- Work item -
Of the entries below, return only those lines from the line with "hits[c] += verdicts[-1]" to the line with "--rule: skip the", exactly, both included.
(Beginning of Provided material)
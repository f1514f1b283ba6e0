"""Time group_raters at several panel sizes, and measure the number-of-groups rule (not a test).

Run: python benchmarks/bench_grouping.py [--full] [--audit-panels] [--rule [N]]
``--rule`` measures the number-of-groups rule on N invented 1-7 panels per setting
(default 200; tests/unit/grouping_panels.py builds them): a lone rater with the
reversed policy among 24 and 99, one-policy panels of 25 and 100 (also with each
rater's weights off by SD 0.1), and two groups of 10 + 10. Figures in DEVELOPERS.md.
Invented panels: three planted policies, each rater sees 70% of the cases.
``--null-panels [N] [--null-sizes "30;29,1;15,15"]`` measures the rule's size and power
with 50 and with 20 simulated one-policy panels (the reduced form above 1,000 raters) on
the same N invented panels and draws per setting (figures in DEVELOPERS.md).
``--full`` adds the large sizes and the full-size one-policy check (1,000 panels).
``--audit-panels`` times the panels of benchmarks/bench_audit.py as the audit hands
them over (each rater with own weights judges 100 of 20 x raters cases; 6 cues, one
of them categorical).

Measured on the 2-core machine (seconds, seed 1), before and after the merge
engine kept each row's cheapest merge, computed a pair's cost only when a lower
bound could not rule it out, dropped dead groups' slots and reused its matrices.
Same merges and digits: GroupingResult.to_dict() JSON byte-identical on every
panel below (the one-policy ones checked on every 7th) and on the demo.

    panel                          before    after   ratio
    10 raters x 60 cases             0.07     0.07     1.0
    30 raters x 150 cases            0.52     0.39     1.3
    60 raters x 300 cases            1.74     0.90     1.9
    120 raters x 400 cases           3.48     1.45     2.4
    250 raters x 600 cases          13.30     3.71     3.6
    1,000 one-policy panels          8.05     8.6      0.94  (4 to 15 raters each)
    audit panel, 100 raters          5.90     2.37     2.5
    audit panel, 300 raters         33.4      5.78     5.8
    audit panel, 1,000 raters      459       32.0     14.3

After the keep-apart rule (side loss, whole-tree simulated test; stability resamples
apply the same rule, so each builds its whole tree): 10 raters 0.17 s, 30 raters
0.62 s, 60 raters 1.51 s (was 0.90 s); the large sizes are not re-measured yet.
``--rule 100 --rule-only`` (seed 20261202; figures in DEVELOPERS.md): lone rater kept
apart 96% among 24 and 95% among 99; one policy, one group 95% at 25 and 97% at 100;
10 + 10 found exactly 98%.

In the whole audit (benchmarks/bench_audit.py --full) the grouping step went from
6.8 s to 2.3 s (100 raters), 30 s to 6.4 s (300) and 454 s to 32 s (1,000).
At 1,000 raters most of what is left is the number-of-groups test (4 levels x 50
simulated panels, each grouped from 1,000 raters down), then 20 case resamples.
"""

from __future__ import annotations

import argparse
import sys
import time
from pathlib import Path

import numpy as np
import pandas as pd
from scipy import stats

sys.path.insert(0, str(Path(__file__).resolve().parents[1]))
sys.path.insert(0, str(Path(__file__).resolve().parents[1] / "tests" / "unit"))

from grouping_panels import lone_rater_kept_apart, scale_panel

from calibrate.data.cues import CueRule, build_cue_design
from calibrate.panel.grouping import group_raters

#: The earlier rule also required a merge to cost more than this of the whole panel's R^2.
OLD_PANEL_R2_THRESHOLD = 0.01


def panel(seed, n_raters, n_cases, n_cues, n_policies=3, noise=0.7, share_seen=0.7):
    rng = np.random.default_rng(seed)
    X = rng.normal(size=(n_cases, n_cues))
    cases = pd.DataFrame(X, columns=[f"cue{j}" for j in range(n_cues)],
                         index=[f"case{i:05d}" for i in range(n_cases)])
    design = build_cue_design(cases, [CueRule(c) for c in cases.columns])
    policies = rng.normal(size=(n_policies, n_cues))
    seen = rng.random((n_raters, n_cases)) < share_seen
    r_idx, c_idx = np.nonzero(seen)
    truth = np.arange(n_raters) % n_policies
    y = np.einsum("mp,mp->m", X[c_idx], policies[truth[r_idx]])
    y += rng.normal(0, noise, y.size) + rng.normal(0, 1, n_raters)[r_idx]
    first = pd.DataFrame({"rater": [f"rev{r:04d}" for r in r_idx],
                          "case": [design.case_ids[c] for c in c_idx], "judgment": y})
    return design, first, truth


def audit_panels(sizes=(100, 300, 1000)):
    """The whole-audit benchmark's panels, as the audit hands them to group_raters."""
    import tempfile
    from pathlib import Path

    from bench_audit import make_panel

    from calibrate.data.ingest import load_study

    for n_raters in sizes:
        with tempfile.TemporaryDirectory() as tmp:
            table = load_study(make_panel(Path(tmp), n_raters, 20 * n_raters, 100))
        design, phase = table.design, table.phases[0]
        complete = set(np.asarray(design.case_ids)[design.complete_rows()])
        first = phase.first.loc[phase.first["rater"].isin(phase.fit_raters)
                                & phase.first["case"].isin(complete),
                                ["rater", "case", "judgment"]].reset_index(drop=True)
        t0 = time.perf_counter()
        res = group_raters(design, first, rng=1)
        took = time.perf_counter() - t0
        print(f"audit panel {n_raters:>5} raters: {took:7.2f} s, {res.n_groups} groups, "
              f"{res.n_resamples} resamples")


def share_with_interval(hits: int, n: int) -> str:
    """'93.5% (88.9-96.6%)': the share and its 99.9% Clopper-Pearson interval."""
    low = stats.beta.ppf(0.0005, hits, n - hits + 1) if hits else 0.0
    high = stats.beta.ppf(0.9995, hits + 1, n - hits) if hits < n else 1.0
    return f"{hits / n:.1%} ({low:.1%}-{high:.1%})"


def rule_settings():
    """(name, sizes, jitter, what counts as right) of every measured setting."""
    def one_group(result, truth):
        return result.n_groups == 1

    def two_found(result, truth):
        planted = [truth[r] for r in result.raters]
        found = [result.rater_group[r] for r in result.raters]
        return result.n_groups == 2 and stats.contingency.crosstab(planted, found)[1].min() == 0

    return [
        ("lone rater among 24", [24, 1], 0.0, lone_rater_kept_apart),
        ("lone rater among 99", [99, 1], 0.0, lone_rater_kept_apart),
        ("one policy, 25 raters", [25], 0.0, one_group),
        ("one policy, 100 raters", [100], 0.0, one_group),
        ("one policy +-0.1, 25 raters", [25], 0.1, one_group),
        ("one policy +-0.1, 100 raters", [100], 0.1, one_group),
        ("two groups, 10 + 10", [10, 10], 0.0, two_found),
    ]


def measure_rule(n_panels: int, *, parts: bool = True, jitter: bool = True) -> None:
    """Share of panels the rule gets right, per setting, with the parts of the rule apart.

    Also reported: the share right with the simulated test alone (threshold 0), and
    for the lone rater the share of panels where the merge that absorbs them costs
    no more than 0.01 of the whole panel's R^2 (the earlier rule's threshold, which
    then absorbed them whatever the simulated test said).
    """
    print(f"{'setting':<30} {'rule right':>22} {'test alone right':>22} "
          f"{'old threshold absorbs':>22} {'s/panel':>8}")
    for name, sizes, weight_sd, right in rule_settings():
        if weight_sd and not jitter:
            continue
        hits = alone_hits = old_absorbs = 0
        t0 = time.perf_counter()
        for seed in range(n_panels):
            design, first, truth = scale_panel(20261202 + seed, sizes, jitter=weight_sd)
            result = group_raters(design, first, rng=seed, n_resamples=0)
            hits += right(result, truth)
            if parts:
                alone = group_raters(design, first, rng=seed, n_resamples=0, threshold=0.0)
                alone_hits += right(alone, truth)
            if sizes[-1] == 1:
                lone = next(r for r, g in truth.items() if g == 1)
                step = next(m for m in result.merges if lone in m.merged_a + m.merged_b)
                old_absorbs += step.r2_drop <= OLD_PANEL_R2_THRESHOLD
        took = (time.perf_counter() - t0) / n_panels
        old = share_with_interval(old_absorbs, n_panels) if sizes[-1] == 1 else "-"
        alone = share_with_interval(alone_hits, n_panels) if parts else "-"
        print(f"{name:<30} {share_with_interval(hits, n_panels):>22} "
              f"{alone:>22} {old:>22} {took:>8.2f}",
              flush=True)


def measure_null_panels(n_panels: int, counts: tuple[int, ...], sizes_list) -> None:
    """The rule's size and power with each number of simulated one-policy panels.

    Same invented panels and seed for every count: the first n of the simulated panels
    are the same draws whatever the count, so the counts are compared on paired data.
    Size: share of one-policy panels split into two or more groups. Power: the lone
    rater of the reversed policy kept apart, or the two planted halves found exactly.
    """
    def split(result, truth):
        return result.n_groups >= 2

    def two_found(result, truth):
        planted = [truth[r] for r in result.raters]
        found = [result.rater_group[r] for r in result.raters]
        return result.n_groups == 2 and stats.contingency.crosstab(planted, found)[1].min() == 0

    print(f"{'setting':<34} " + " ".join(f"{f'{c} panels':>22}" for c in counts)
          + f" {'both agree':>11} {'s/panel':>8}")
    for sizes in sizes_list:
        if len(sizes) == 1:
            name, right = f"one policy, {sizes[0]} raters: split", split
        elif sizes[-1] == 1:
            name, right = f"lone rater among {sizes[0]}: kept apart", lone_rater_kept_apart
        else:
            name, right = f"two groups {sizes[0]} + {sizes[1]}: found", two_found
        hits = {c: 0 for c in counts}
        agree = 0
        t0 = time.process_time()
        for seed in range(n_panels):
            design, first, truth = scale_panel(20261203 + seed, sizes)
            verdicts = []
            for c in counts:
                result = group_raters(design, first, rng=seed, n_resamples=0, n_null=c,
                                      scale_down=False)
                verdicts.append(bool(right(result, truth)))
                hits[c] += verdicts[-1]
            agree += len(set(verdicts)) == 1
        took = (time.process_time() - t0) / n_panels
        print(f"{name:<34} " + " ".join(f"{share_with_interval(hits[c], n_panels):>22}"
                                        for c in counts)
              + f" {agree / n_panels:>11.1%} {took:>8.2f}", flush=True)


def main():
    parser = argparse.ArgumentParser()
    parser.add_argument("--full", action="store_true")
    parser.add_argument("--audit-panels", action="store_true")
    parser.add_argument("--rule", type=int, nargs="?", const=200, default=None)
    parser.add_argument("--rule-only", action="store_true",
                        help="with --rule: skip the test-alone rerun and the +-0.1 settings")
    parser.add_argument("--null-panels", type=int, nargs="?", const=100, default=None,
                        help="measure the rule's size and power with 50 and 20 simulated "
                             "panels on N invented panels per setting (default 100)")
    parser.add_argument("--null-sizes", default="100;99,1;50,50",
                        help="with --null-panels: settings, ';' between them")
    args = parser.parse_args()
    if args.null_panels:
        settings = [[int(x) for x in part.split(",")] for part in args.null_sizes.split(";")]
        measure_null_panels(args.null_panels, (50, 20), settings)
        return
    if args.audit_panels:
        audit_panels()
        return
    if args.rule:
        measure_rule(args.rule, parts=not args.rule_only, jitter=not args.rule_only)
        return
    sizes = [(10, 60, 4), (30, 150, 6), (60, 300, 6)]
    if args.full:
        sizes += [(120, 400, 8), (250, 600, 8)]
    print(f"{'raters':>6} {'cases':>6} {'cues':>4} {'seconds':>8} {'groups':>6} "
          f"{'resamples':>9} {'ARI':>5}")
    for n_raters, n_cases, n_cues in sizes:
        design, first, _ = panel(1, n_raters, n_cases, n_cues)
        t0 = time.perf_counter()
        res = group_raters(design, first, rng=1)
        took = time.perf_counter() - t0
        print(f"{n_raters:>6} {n_cases:>6} {n_cues:>4} {took:>8.2f} {res.n_groups:>6} "
              f"{res.n_resamples:>9} {res.ari_estimate:>5.2f}")
    if args.full:
        one = 0
        t0 = time.perf_counter()
        for seed in range(1000):
            design, first, _ = panel(seed, 4 + seed % 12, 30 + seed % 60, 4, n_policies=1)
            one += group_raters(design, first, rng=seed, n_resamples=0).n_groups == 1
        print(f"one shared policy: one group in {one} of 1000 panels "
              f"({time.perf_counter() - t0:.1f} s)")


if __name__ == "__main__":
    main()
(End of Provided material)
- Task answer -
                hits[c] += verdicts[-1]
            agree += len(set(verdicts)) == 1
        took = (time.process_time() - t0) / n_panels
        print(f"{name:<34} " + " ".join(f"{share_with_interval(hits[c], n_panels):>22}"
                                        for c in counts)
              + f" {agree / n_panels:>11.1%} {took:>8.2f}", flush=True)


def main():
    parser = argparse.ArgumentParser()
    parser.add_argument("--full", action="store_true")
    parser.add_argument("--audit-panels", action="store_true")
    parser.add_argument("--rule", type=int, nargs="?", const=200, default=None)
    parser.add_argument("--rule-only", action="store_true",
                        help="with --rule: skip the test-alone rerun and the +-0.1 settings")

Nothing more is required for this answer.